Мы всем классом пошли на первый заплыв городских «моржей». «Моржи» — здоровенные пенсионеры, с сизыми бритыми затылками, с утробными криками плюхались в темно-зеленую воду. Шуро́к, синий от холода, пупырчатый, как мороженый гусь, небрежно прохаживался по льду, а потом, помахав нам рукой, медленно погрузился в прорубь и поплыл. Мы дружно застучали зубами.
Столь радикальный метод борьбы с ангиной не мог не дать ощутимых результатов. Шуро́к свалился с невероятной температурой и полностью лишился голоса. Но когда выздоровел, вырезал гланды.
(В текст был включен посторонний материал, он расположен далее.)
//! Minimum time between circles with excess speed allowed at either end.
//!
//! The unknowns of plain shooting stay three: of the first costate's unit vector the last two components become the
//! guide that stands for primer and excess velocity ([`crate::excess`]). The allowance grows from nothing, from the
//! flight without one; where that path folds it is followed by pseudo-arclength.

use nalgebra::{SMatrix, SVector};
use numerics::arclength::{self, Curve, Ended, Row, Stride};
use numerics::continuation::{Lost, Pace, follow};
use numerics::dual::Dual;
use numerics::newton::{Equations, Goal, Linearised, Solved, newton};
use numerics::ode::{Flow, Mode, Options, Termination, integrate};
use numerics::scalar::Scalar;

use super::extremal::{Augmented, Extremal};
use super::flight::{Flown, fly_from};
use super::shooting::{MAX_STEPS, Unknowns, tangents, trusted};
use super::solve::{self, solve as without_excess};
use crate::excess::{Allowance, MOMENT, launch, left_over};

/// Two circles, a sail, and the excess speeds allowed. Canonical units (au).
#[derive(Clone, Copy, Debug, PartialEq)]
pub struct Problem {
    /// The circles and the sail.
    pub circles: solve::Problem,
    /// Largest speeds relative to the circles.
    pub allowance: Allowance,
}

/// How the answer was found.
#[derive(Clone, Copy, Debug, PartialEq, Eq)]
pub enum Route {
    /// The allowance grew in steps from nothing.
    Grown,
    /// From where that got stuck, by Newton's method at the whole allowance.
    Leapt,
    /// From where that got stuck, round folds by pseudo-arclength.
    Folded,
}

/// A solved (or nearly solved) extremal, in units of the start radius.
#[derive(Clone, Copy, Debug)]
pub struct Extremum {
    /// First costate, with the guide in the place of the primer, and time.
    pub unknowns: Unknowns,
    /// Largest residual at the polish tolerance.
    pub residual: f64,
    /// How it was found.
    pub route: Route,
}

/// The conditions at arrival when `share` of the allowance is granted.
#[derive(Clone, Copy, Debug)]
struct Shooting {
    ratio: f64,
    lightness: f64,
    /// In units of the start circle's speed.
    allowance: Allowance,
    share: f64,
    tolerance: f64,
}

/// State and costate at departure, on the start circle in its own units.
fn launched<T: Scalar>([l_r, q_u, q_v]: [T; 3], allowance: T) -> Augmented<T> {
    let zero = T::from(0.0);
    if allowance.value() <= 0.0 && q_u.value() == 0.0 && q_v.value() == 0.0 {
        return [zero + 1.0, zero, zero + 1.0, l_r, q_u, q_v];
    }
    let launch = launch([q_u, q_v], allowance);
    // A primer of zero turns into -l_r t, l_r t^2 at once: l_u' = -l_r + l_v v/r, l_v' = -2 l_u v/r + l_v u/r.
    let [l_u, l_v] = launch.primer.unwrap_or([l_r * -MOMENT, l_r * (MOMENT * MOMENT)]);
    let [u, v] = launch.excess;
    [zero + 1.0, u, v + 1.0, l_r, l_u, l_v]
}

impl Shooting {
    fn of(problem: &Problem, tolerance: f64) -> Shooting {
        let circles = &problem.circles;
        let allowance = problem.allowance.times(circles.start_radius.sqrt());
        Shooting { ratio: circles.ratio(), lightness: circles.lightness, allowance, share: 1.0, tolerance }
    }

    /// Distance, then velocity as far as it is not allowed for, in parts of the target's distance and speed.
    fn mismatch<T: Scalar>(&self, [r, u, v, l_r, l_u, l_v]: &Augmented<T>, share: T) -> [T; 3] {
        let root = self.ratio.sqrt();
        let scale = l_r.value().hypot(l_u.value()).hypot(l_v.value()).recip();
        let relative = [*u, *v - root.recip()];
        let [du, dv] = left_over(relative, [*l_u * scale, *l_v * scale], share * self.allowance.arrival);
        [*r / self.ratio - 1.0, du * root, dv * root]
    }

    /// Mismatches, with columns for the two tangents, time and share.
    fn rows(&self, point: &Unknowns, share: f64) -> Option<(SVector<f64, 3>, SMatrix<f64, 3, 4>)> {
        let [first, second] = tangents(&point.costate);
        let guide = std::array::from_fn(|i| Dual { v: point.costate[i], d: [first[i], second[i], 0.0] });
        let share = Dual::<3>::variable(share, 2);
        let start = launched(guide, share * self.allowance.departure);
        let flow = Extremal { lightness: self.lightness };
        let options = Options { tolerance: self.tolerance, max_steps: MAX_STEPS };
        let outcome = integrate(&flow, &start, point.time, &options);
        if outcome.termination != Termination::Reached {
            return None;
        }
        let end = outcome.state;
        let rates = flow.rates(Mode::default(), &end.map(|y| y.v));
        let along: Augmented<Dual<1>> = std::array::from_fn(|i| Dual { v: end[i].v, d: [rates[i]] });
        let (value, slope) = (self.mismatch(&end, share), self.mismatch(&along, Dual::constant(share.v)));
        let jacobian = SMatrix::<f64, 3, 4>::from_fn(|row, column| match column {
            0 | 1 => value[row].d[column],
            2 => slope[row].d[0],
            _ => value[row].d[2],
        });
        let value = SVector::from(value.map(|y| y.v));
        let finite = value.iter().chain(jacobian.iter()).all(|x| x.is_finite());
        finite.then_some((value, jacobian))
    }

    fn moved(point: &Unknowns, a: f64, b: f64, time: f64) -> Unknowns {
        let [first, second] = tangents(&point.costate);
        Unknowns { costate: (point.costate + first * a + second * b).normalize(), time }
    }
}

impl Equations<3> for Shooting {
    type Point = Unknowns;

    fn linearised(&self, point: &Unknowns) -> Option<Linearised<3>> {
        self.rows(point, self.share).map(|(value, jacobian)| (value, jacobian.fixed_columns::<3>(0).into()))
    }

    fn residuals(&self, point: &Unknowns) -> Option<SVector<f64, 3>> {
        self.rows(point, self.share).map(|(value, _)| value)
    }

    fn moved(&self, point: &Unknowns, step: &SVector<f64, 3>) -> Unknowns {
        Shooting::moved(point, step[0], step[1], point.time + step[2])
    }

    fn trusted_fraction(&self, point: &Unknowns, step: &SVector<f64, 3>) -> f64 {
        trusted(point, step)
    }
}

/// The flights of all shares: unknowns, and the share as the parameter.
impl Curve<3, 4> for Shooting {
    type Point = (Unknowns, f64);

    fn linearised(&self, (point, share): &Self::Point) -> Option<Row<3, 4>> {
        if *share < 0.0 {
            return None;
        }
        let (value, mut jacobian) = self.rows(point, *share)?;
        // The time column counts parts of the time.
        jacobian.column_mut(2).scale_mut(point.time);
        Some((value, jacobian))
    }

    fn moved(&self, (point, share): &Self::Point, step: &SVector<f64, 4>) -> Self::Point {
        (Shooting::moved(point, step[0], step[1], point.time * step[2].exp()), share + step[3])
    }

    fn parameter(&self, (_, share): &Self::Point) -> f64 {
        *share
    }
}

/// Tolerance of integrations and residual to reach from step to step, and in the polish.
const CARRY: (f64, f64) = (1e-10, 1e-8);
const POLISH: (f64, f64) = (1e-12, 1e-10);

const PACE: Pace = Pace { first: 0.34, largest: 0.5, smallest: 2e-3, easy_passes: 4 };

/// Restarted where growing got stuck: small steps at first.
const STRIDE: Stride =
    Stride { first: 3e-3, largest: 0.3, smallest: 1e-7, accept: 1e-3, wanted_correction: 0.01, budget: 600 };

fn refine(shooting: &Shooting, start: Unknowns, residual: f64, passes: usize) -> Option<Solved<Unknowns>> {
    newton(shooting, start, &Goal { residual, passes })
}

/// Whether `next` may be the same family of flights as `now`, a step apart.
fn near(now: &Unknowns, next: &Unknowns) -> bool {
    (now.costate - next.costate).norm() < 0.4 && (next.time / now.time).ln().abs() < 0.3
}

/// Follows the flight without excess to the whole allowance.
fn grown(shooting: &Shooting, start: Unknowns, goal: f64) -> Result<Unknowns, Lost<Unknowns>> {
    let solve = |share: f64, guess: Unknowns| {
        let solved = refine(&Shooting { share, ..*shooting }, guess, goal, 8)?;
        (solved.converged && near(&guess, &solved.point)).then_some((solved.point, solved.passes))
    };
    follow(start, &PACE, solve, Unknowns::extrapolated)
}

/// Solves `problem`; `None` when every route failed. The radii must differ by more than one part in ten million.
pub fn solve(problem: &Problem) -> Option<Extremum> {
    let plain = without_excess(&problem.circles)?;
    let gap = problem.circles.ratio().ln().abs();
    let goal = CARRY.1.min(1e-3 * gap);
    let shooting = Shooting::of(problem, CARRY.0);
    let (rough, route) = match grown(&shooting, plain.unknowns, goal) {
        Ok(point) => (point, Route::Grown),
        Err(stuck) => onward(&shooting, &stuck, goal)?,
    };
    let polished = refine(&Shooting::of(problem, POLISH.0), rough, POLISH.1.min(1e-5 * gap), 8)?;
    Some(Extremum { unknowns: polished.point, residual: polished.residual, route })
}

/// From where growing got stuck to the whole allowance.
fn onward(shooting: &Shooting, stuck: &Lost<Unknowns>, goal: f64) -> Option<(Unknowns, Route)> {
    let leapt =
        refine(shooting, stuck.point, goal, 12).filter(|x| x.converged && near(&stuck.point, &x.point));
    if let Some(leapt) = leapt {
        return Some((leapt.point, Route::Leapt));
    }
    let towards = arclength::Goal { parameter: 1.0, sign: 1.0 };
    let followed =
        arclength::follow(shooting, (stuck.point, stuck.parameter), &towards, &STRIDE, &mut |_| true);
    if followed.ended != Ended::Reached {
        return None;
    }
    let landed = refine(shooting, followed.point.0, goal, 12)?;
    landed.converged.then_some((landed.point, Route::Folded))
}

/// Flies `unknowns` (in units of the start radius) to the end, as [`super::flight::fly`] does.
pub fn fly(problem: &Problem, unknowns: &Unknowns) -> Option<Flown> {
    let allowance = problem.allowance.departure * problem.circles.start_radius.sqrt();
    let start = launched(unknowns.costate.into(), allowance);
    fly_from(&problem.circles, &start, unknowns.time, &problem.allowance)
}

#[cfg(test)]
#[path = "excess_tests.rs"]
mod tests;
Ангина была побеждена, а Шуро́к продолжал исправно, каждое воскресенье вплоть до ледохода ходить на реку в компании «моржей».
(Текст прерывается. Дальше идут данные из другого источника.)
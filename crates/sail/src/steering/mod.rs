//! Steering laws, one a file. Each turns what it knows of the flight into the direction of the sail normal.

pub mod fixed;
pub mod local;
pub mod primer;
Ребята наперебой расспрашивали, Шуро́к отвечал односложно, с неохотой. Да, родной город такой же. Да, закончили на Пушкинской новый кинотеатр. Нет, в школе после выпуска не был…
— И вы, ребята, извините, но я не захватил вам писем или посылок от родных. Не мог…
— Оставь, пожалуйста, — перебил Алик. — Мы и так с родителями переписываемся, чепуха все это!
— Точно! — подхватил Левка. — Ведь ты же поступал в авиационное училище?
Шуро́к отвел глаза и ничего не ответил, ребята недоуменно переглядывались, а я стоял сбоку, и мне показалось, что Шуро́к едва сдерживает слезы. Это было так неожиданно и не похоже на Шурка́! Видимо, ребята тоже почувствовали неладное. Генка Черняев похлопал его по плечу:
— Ничего, старик, обойдется. Запоролся на экзаменах?
— Если бы… По крайней мере не было бы так обидно.
— Так в чем же дело?!
— Врачи не пропустили…
Как же так! В некоторой степени он посильнее Генки Черняева: у того один конек — бокс, а Шуро́к спортсмен разносторонний.
— Зрение, — сказал Шуро́к. — Очки теперь ношу. Вот. Пока в кармане…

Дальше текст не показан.